This agreement provides for payments of approximately $3,924,000 over a five
year period that terminates on July 31, 2003. The Company has protected status
on this satellite, where in the event of a satellite failure or performance
problem, the Company's programming will preempt transmissions of other users on
this satellite or on another satellite. As of March 31, 2001, the Company has
paid approximately $2,092,800 pursuant to this agreement.
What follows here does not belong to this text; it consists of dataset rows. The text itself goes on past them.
"""Series for ParaView, read back with PyVista: over any value, a surveyed parameter, and the axial wave number."""

from __future__ import annotations

import subprocess
import sys
from collections.abc import Iterator
from functools import lru_cache
from pathlib import Path
from typing import Any

import numpy as np
import pytest
import pyvista
from scipy.special import jv
from vtkmodules.vtkCommonDataModel import VTK_LAGRANGE_TRIANGLE

from tests.gate_sweeps import PlateSweep, swept_problem
from tests.synthetic import RADIUS_NM, core_shell_result, rectangle_result
from tests.test_axial_bands import ROUND, SKEW, round_level
from tests.test_vtk import integrals
from wiresolve.describe.gates import Gate
from wiresolve.describe.problem import Accuracy, Carriers, Problem
from wiresolve.describe.section import Section
from wiresolve.describe.shapes import Rectangle
from wiresolve.describe.wirefile import parse
from wiresolve.errors import InputError
from wiresolve.fem.space import Space
from wiresolve.gate_curve import gate_curve
from wiresolve.mode_groups import channels_of
from wiresolve.output.point_fields import PointFields
from wiresolve.output.series import write_along_axis, write_series, write_survey
from wiresolve.output.vtk import grid, plane
from wiresolve.physics.axial_modes import AxialModes, axial_modes
from wiresolve.physics.wire import Wire
from wiresolve.result import Result
from wiresolve.solve import solve
from wiresolve.units import HBAR2_OVER_2M0

TENSOR = np.array([[4.0, 0.5, 1.5], [0.5, 3.0, -0.8], [1.5, -0.8, 5.0]])
"""An inverse mass in 1/m0 of a valley that leans towards the axis."""
LEANING = """
title = "A valley that leans towards the axis"
[section]
shape = "rectangle"
width = "8 nm"
height = "5 nm"
material = "leaning"
[materials.leaning]
inverse_mass = [[4.0, 0.5, 1.5], [0.5, 3.0, -0.8], [1.5, -0.8, 5.0]]
conduction_edge = "0 eV"
[carriers]
temperature = "77 K"
[accuracy]
subbands = 3
energy = "0.1 meV"
"""


@lru_cache(maxsize=4)
def solved(text: str) -> Result:
    return solve(parse(text, Path()))


def frames(path: Path) -> list[tuple[float, pyvista.UnstructuredGrid]]:
    reader, found = pyvista.get_reader(str(path)), []
    for number, value in enumerate(reader.time_values):
        reader.set_active_time_point(number)
        found.append((value, reader.read()[0]))
    return found


def along(result: Result, k_per_nm: list[float] | np.ndarray) -> list[AxialModes]:
    wire, valleys = Wire(result.problem), [s.valley for s in result.subbands]
    channels = channels_of(result)
    return list(axial_modes(wire, channels, result.mesh, result.modes, valleys, result.spectrum, k_per_nm))


def test_values_ascend_whatever_their_order(tmp_path: Path) -> None:
    mesh = rectangle_result().mesh
    given = {0.3: 1.0, -0.1: 2.0, 0.0: 3.0}
    made = [(value, grid(mesh, {"height_nm": np.full(len(mesh.points), h)})) for value, h in given.items()]
    written = write_series(tmp_path, "tilt", [made[0], (0.7, None), *made[1:]])
    assert written == tmp_path / "tilt.pvd"
    # A frame that is not there keeps its number.
    names = sorted(p.name for p in (tmp_path / "tilt").iterdir())
    assert names == ["frame_0001.vtu", "frame_0003.vtu", "frame_0004.vtu"]
    found = frames(written)
    assert [value for value, _ in found] == [-0.1, 0.0, 0.3]
    assert [own.point_data["height_nm"][0] for _, own in found] == [2.0, 3.0, 1.0]


@pytest.mark.parametrize("value", [0.1, np.nan])
def test_each_frame_has_a_value_of_its_own(tmp_path: Path, value: float) -> None:
    mesh = rectangle_result().mesh
    with pytest.raises(InputError, match="frames"):
        write_series(tmp_path, "tilt", [(0.1, grid(mesh)), (value, grid(mesh))])


def test_a_survey_has_the_value_as_time_and_in_each_frame(tmp_path: Path) -> None:
    results = [(width, rectangle_result(width)) for width in (30.0, 20.0)]
    found = frames(write_survey(results, tmp_path, of="section.width"))
    assert [value for value, _ in found] == [20.0, 30.0]
    for value, own in found:
        assert own.field_data["section_width_nm"].tolist() == [value]
        assert np.ptp(own.points[:, 0]) == pytest.approx(value, rel=1e-14)
        assert integrals(own, own.point_data["psi_01_per_nm"]).sum() == pytest.approx(1, abs=1e-12)


def test_results_of_a_survey_list_as_many_subbands(tmp_path: Path) -> None:
    with pytest.raises(InputError, match="as many subbands"):
        write_survey([(1.0, core_shell_result(1)), (2.0, core_shell_result(2))], tmp_path)


def test_modes_of_a_round_wire_with_a_mass_jump_at_any_wave_number(tmp_path: Path) -> None:
    """Inside the well the lowest mode is J0(p r), p^2 = m E(k) 2/hbar^2 - k^2, and the next pair J1(p r): with k the
    barrier of the heavier mass sinks, and p falls (G. Bastard, Wave Mechanics Applied to Semiconductor
    Heterostructures, 1988, chapter III, at k = 0)."""
    found = frames(write_along_axis(solved(ROUND), tmp_path, 4))
    assert [value for value, _ in found] == pytest.approx(np.linspace(0, found[-1][0], 4), rel=1e-12)
    before = None
    for k, own in found:
        if k > 0.35:  # the independent formula holds for states below the barrier's edge
            break
        radius = np.hypot(*own.points[:, :2].T)
        inside = (radius > 1e-9) & (radius < 5.0 - 1e-6)
        assert own.field_data["k_per_nm"].tolist() == [k]
        levels = [round_level(angular, k) for angular in (0, 1, 1)]
        assert own.field_data["energy_eV"] == pytest.approx(levels, abs=1e-7)
        wave = [np.sqrt(0.067 * level / HBAR2_OVER_2M0 - k**2) for level in levels]
        psi = own.point_data["psi_01_per_nm"]
        centre = psi[np.argmin(radius)] / jv(0, wave[0] * radius.min())
        assert psi[inside] == pytest.approx(centre * jv(0, wave[0] * radius[inside]), abs=2e-5 * centre)
        pair = np.hypot(own.point_data["psi_02_per_nm"], own.point_data["psi_03_per_nm"])[inside]
        around = jv(1, wave[1] * radius[inside])
        assert pair / around == pytest.approx(np.full(len(pair), np.median(pair / around)), rel=2e-3)
        # The frame of the pair stays.
        lobe = own.point_data["psi_02_per_nm"]
        assert before is None or lobe @ before > 0.99 * np.linalg.norm(lobe) * np.linalg.norm(before)
        before = lobe
        for index in (1, 2, 3):
            assert integrals(own, own.point_data[f"psi_0{index}_per_nm"]).sum() == pytest.approx(1, abs=1e-8)
    assert before is not None


def test_modes_of_a_leaning_valley_turn_across_the_section(tmp_path: Path) -> None:
    """One tensor all over: psi_k = psi_0 exp(-i k s.r) with s = W^-1 w, and E = E_0 + hbar^2 k^2 (W_zz - w.s) / 2m0
    (F. Stern and W. E. Howard, Phys. Rev. 163, 816 (1967), section II, for a layer)."""
    result = solved(LEANING)
    lean = np.linalg.solve(TENSOR[:2, :2], TENSOR[:2, 2])
    stiffness = HBAR2_OVER_2M0 * (TENSOR[2, 2] - TENSOR[:2, 2] @ lean)
    for k, own in frames(write_along_axis(result, tmp_path, 3)):
        assert own.field_data["energy_eV"] == pytest.approx(result.energies_eV + stiffness * k**2, abs=1e-9)
        turn = np.exp(-1j * k * own.points[:, :2] @ lean)
        for index in (1, 2, 3):
            still = result.modes[:, index - 1]
            parts = [own.point_data[f"psi_0{index}_{part}_per_nm"] for part in ("real", "imaginary")]
            assert parts[0] == pytest.approx((still * turn).real, abs=1e-12)
            assert parts[1] == pytest.approx((still * turn).imag, abs=1e-12)
            assert own.point_data[f"density_0{index}_per_nm2"] == pytest.approx(still**2, abs=1e-12)
        assert own.point_data.active_scalars_name == "psi_01_real_per_nm"
        # The first mode has no nodal line: its phase goes on all over the section.
        inner = np.abs(result.modes[:, 0]) > 1e-3 * np.abs(result.modes[:, 0]).max()
        phase = own.point_data["phase_01_rad"] + k * own.points[:, :2] @ lean
        assert np.ptp(phase[inner]) < 1e-9


def test_states_of_a_skew_wire_are_states_at_each_wave_number(tmp_path: Path) -> None:
    """Where axis-plane terms jump the states are complex: orthonormal, of their subband's E(k), and without a jump in
    phase from one wave number to the next."""
    result = solved(SKEW.replace('energy = "1e-3 meV"', 'energy = "0.05 meV"'))
    k = np.linspace(0, float(result.dispersion.k_per_nm[-1]) / 2, 7)
    space, before = Space(result.mesh), None
    mass = space.mass
    bars = result.errors_eV.max() + result.dispersion.error_bound_eV
    for own, energy in zip(along(result, k), result.spectrum.band_energies(k).T, strict=True):
        assert own.energy_eV == pytest.approx(energy, abs=3 * bars)
        states = own.states[space.nodes]
        assert states.conj().T @ (mass @ states) == pytest.approx(np.eye(4), abs=1e-7)
        assert own.complex_.all()
        if before is not None and own.k_per_nm > k[1]:
            overlap = np.einsum("im,im->m", before.conj(), mass @ states)
            assert (overlap.real > 0.5).all()
            assert np.abs(overlap.imag).max() < 1e-6
        before = states
    # A carrier each, by VTK's own functions.
    for _, own in frames(write_along_axis(result, tmp_path, 2)):
        for index in (1, 4):
            parts = (own.point_data[f"psi_0{index}_{part}_per_nm"] for part in ("real", "imaginary"))
            assert sum(integrals(own, part).sum() for part in parts) == pytest.approx(1, abs=1e-8)


def test_modes_of_a_charged_wire_move_in_its_potential(tmp_path: Path) -> None:
    """With a mass that grows with energy: E(k) of the states found again is that of the subbands."""
    problem = Problem(
        "gated",
        Section(Rectangle(9.0, 7.0), "InAs"),
        Carriers(temperature_K=(30.0,)),
        Accuracy(subbands=3, energy_eV=1e-3),
        gates=(
            Gate("top", ("top",), 0.45, lineup_voltage_V=0.0),
            Gate("bottom", ("bottom",), 0.15, lineup_voltage_V=0.0),
        ),
    )
    result = solve(problem)
    assert result.line_density_per_nm is not None and result.line_density_per_nm > 1e-3
    found = frames(write_along_axis(result, tmp_path, 3))
    for (k, own), energy in zip(found, result.spectrum.band_energies(np.array([v for v, _ in found])).T, strict=True):
        assert own.field_data["energy_eV"] == pytest.approx(energy, abs=1e-6), k
        assert integrals(own, own.point_data["psi_01_per_nm"]).sum() == pytest.approx(1, abs=1e-8)
        # What does not depend on k is that of the result.
        assert np.array_equal(own.point_data["potential_V"], found[0][1].point_data["potential_V"])
        carriers = [f"carriers_0{index}_per_nm3" for index in (1, 2, 3)]
        assert all(np.array_equal(own.point_data[c], found[0][1].point_data[c]) for c in carriers)


def test_points_of_a_gate_curve_hold_what_a_result_does(tmp_path: Path) -> None:
    """Time is the gate voltage; a point that failed is left out; carriers are those of each subband, spread."""
    curve = gate_curve(swept_problem(4), solver=lambda problem: PlateSweep(problem, failing=(1,)))
    fields = PointFields(curve)
    given = ((p.gate_voltage_V, plane(fields.of(p)) if p.converged else None) for p in curve.points)
    found = frames(write_series(tmp_path, "gate_curve", given, files="points", stem="point"))
    assert [value for value, _ in found] == [p.gate_voltage_V for p in curve.converged]
    assert sorted(p.name for p in (tmp_path / "points").iterdir())[1] == "point_0003.vtu"
    for (value, own), point in zip(found, curve.converged, strict=True):
        assert own.field_data["gate_voltage_V"].tolist() == [value]
        assert np.array_equal(own.field_data["energy_eV"], point.energy_eV)
        assert own.field_data["input_digest"].tolist() == [curve.problem.digest]
        psi, held = own.point_data["psi_02_per_nm"], point.line_density_by_subband_per_nm[1]
        assert own.point_data["carriers_02_per_nm3"] == pytest.approx(held * psi**2, rel=1e-14)
        area = integrals(own, np.ones(own.n_points)).sum()
        assert area == pytest.approx(np.pi * RADIUS_NM**2, rel=1e-5)
        nodes = own.cells_dict[VTK_LAGRANGE_TRIANGLE]
        edge = own.cell_data["band_edge_of_first_valleys_eV"][:, None]
        assert own.point_data["potential_energy_eV"][nodes] == pytest.approx(
            edge - own.point_data["potential_V"][nodes], abs=1e-14
        )
        core = own.field_data["layer_names"].tolist().index("core")
        assert (edge[own.cell_data["layer"] == core] == 0).all()
        assert (edge[own.cell_data["layer"] != core] > 0.2).all()


def test_the_first_frame_is_the_result(tmp_path: Path) -> None:
    result = solved(ROUND)
    (own, _) = along(result, [0.0, 0.1])
    assert own.states == pytest.approx(result.modes, abs=1e-14)
    assert own.energy_eV == pytest.approx(result.energies_eV, abs=1e-8)


@pytest.mark.parametrize("k_per_nm", [[], [0.1, 0.2], [0.0, 0.2, 0.1], [0.0, np.nan]])
def test_wave_numbers_ascend_from_zero(k_per_nm: list[float]) -> None:
    with pytest.raises(InputError, match="k_per_nm"):
        along(rectangle_result(), k_per_nm)


def test_one_frame_is_no_series(tmp_path: Path) -> None:
    with pytest.raises(InputError, match="count"):
        write_along_axis(rectangle_result(), tmp_path, 1)


def test_the_same_result_gives_the_same_bytes(tmp_path: Path) -> None:
    result = solved(ROUND)
    for name in ("a", "b"):
        (tmp_path / name).mkdir()
        write_along_axis(result, tmp_path / name, 2, linear=True)
    for file in ("along_axis.pvd", "along_axis/k_0001.vtu", "along_axis/k_0002.vtu"):
        assert (tmp_path / "a" / file).read_bytes() == (tmp_path / "b" / file).read_bytes()


def test_nothing_that_draws_is_loaded() -> None:
    script = (
        "import sys\n"
        "from tests.synthetic import rectangle_result\n"
        "from wiresolve.output import series, volume, vtk\n"
        "volume.volume(rectangle_result(), 10.0, linear=True)\n"
        "vtk.save(vtk.grid(rectangle_result().mesh), '/dev/null')\n"
        "print(*(m for m in sys.modules if 'Rendering' in m or 'OpenGL' in m or m in ('pyvista', 'matplotlib')))"
    )
    run = subprocess.run([sys.executable, "-c", script], capture_output=True, text=True, check=False)
    assert (run.stdout.strip(), run.stderr) == ("", "")


def test_a_gate_series_can_be_written_frame_by_frame(tmp_path: Path) -> None:
    """Frames are taken one at a time: no more than one is held."""
    mesh, taken = rectangle_result().mesh, []

    def one_by_one() -> Iterator[tuple[float, Any]]:
        for number in range(3):
            taken.append(len(list((tmp_path / "points").iterdir())))
            yield float(number), grid(mesh)

    write_series(tmp_path, "gate_curve", one_by_one(), files="points", stem="point")
    assert taken == [0, 1, 2]
    assert (tmp_path / "gate_curve.pvd").is_file()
         On January 11, 2001, the Company entered into an agreement with U.S.
Concepts, Inc. ("USC") for the management and execution of a five week
promotional concert tour ("Spring Music Tour Promotion"). The Spring Music Tour
Promotion will run from March 2001 through May 2001 on 10 college campuses
nationwide. CTN will pay USC's program and administrative costs of approximately
$540,000.


NOTE (H) - SEGMENT REPORTING

         The Company has three reportable segments: (i) CTN (which includes the
Network, Link and iD8), (ii) Wetair.com and (iii) MPM. Information regarding the
operations of these reportable segments are as follows:



                               THREE MONTHS ENDED  THREE MONTHS ENDED
                                 MARCH 31, 2001      MARCH 31, 2000
                                             
REVENUES
         CTN                       $  2,962,992       $  4,725,027
         Wetair.com                           -                  -
         MPM                         11,009,110         11,435,410
                                   ------------       ------------
           Total                   $ 13,972,102       $ 16,160,437
                                   ------------       ------------



                                    Form 10-Q
                                  Page 9 of 17




                                             
LOSS BEFORE INCOME TAXES
         CTN                       $ (3,953,895)      $ (3,435,868)
         Wetair.com                    (209,324)          (310,747)
         MPM                           (378,762)          (418,159)
                                   ------------       ------------
           Total                   $ (4,541,981)      $ (4,164,774)
                                   ------------       ------------

DEPRECIATION AND AMORTIZATION
         CTN                       $    835,080       $    636,644
         Wetair.com                      50,024                533
         MPM                            906,479            904,976
                                   ------------       ------------
           Total                   $  1,791,583       $  1,542,153
                                   ------------       ------------
INTEREST INCOME
         CTN                       $     19,784       $     82,298
         Wetair.com                           -                  -
         MPM                             18,115             31,544
                                   ------------       ------------
           Total                   $     37,899       $    113,842
                                   ------------       ------------

INTEREST EXPENSE
         CTN                       $    362,319       $    213,761
         Wetair.com                           -                  -
         MPM                            494,714            431,689
                                   ------------       ------------
           Total                   $    857,033       $    645,450
                                   ------------       ------------





                                     MARCH 31          DECEMBER 31
                                       2001               2000
                                                 
TOTAL ASSETS
         CTN                        $18,135,302        $22,084,662
         Wetair.com                     594,266            632,602
         MPM                         37,962,052         40,847,068
                                    -----------        -----------
           Total                    $56,691,620        $63,564,332
                                    -----------        -----------



Substantially all of the property and equipment owned by the Company is used in
the operations of CTN.

         For the three months ended March 31, 2001, operating expenses at MPM
were reduced by approximately $542,000 as a result of a change in estimate with
respect to media placement payables.

                                    Form 10-Q
                                  Page 10 of 17



NOTE (I) - SUBSEQUENT EVENTS

         On April 4, 2001 an Amended and Restated Certificate of
Incorporation (the "Amendment") was approved by the majority stockholders.
The conversion price of the Series A was changed to $2.50 per share,
resulting in each share of Series A being convertible into approximately 6.0
shares of the Company's common stock. The conversion ratio and price are
subject to adjustments for anti-dilution. Before the Amendment, each share of
Series A was immediately convertible into approximately 3.3 shares of the
Company's common stock, at a price of $4.50 per share.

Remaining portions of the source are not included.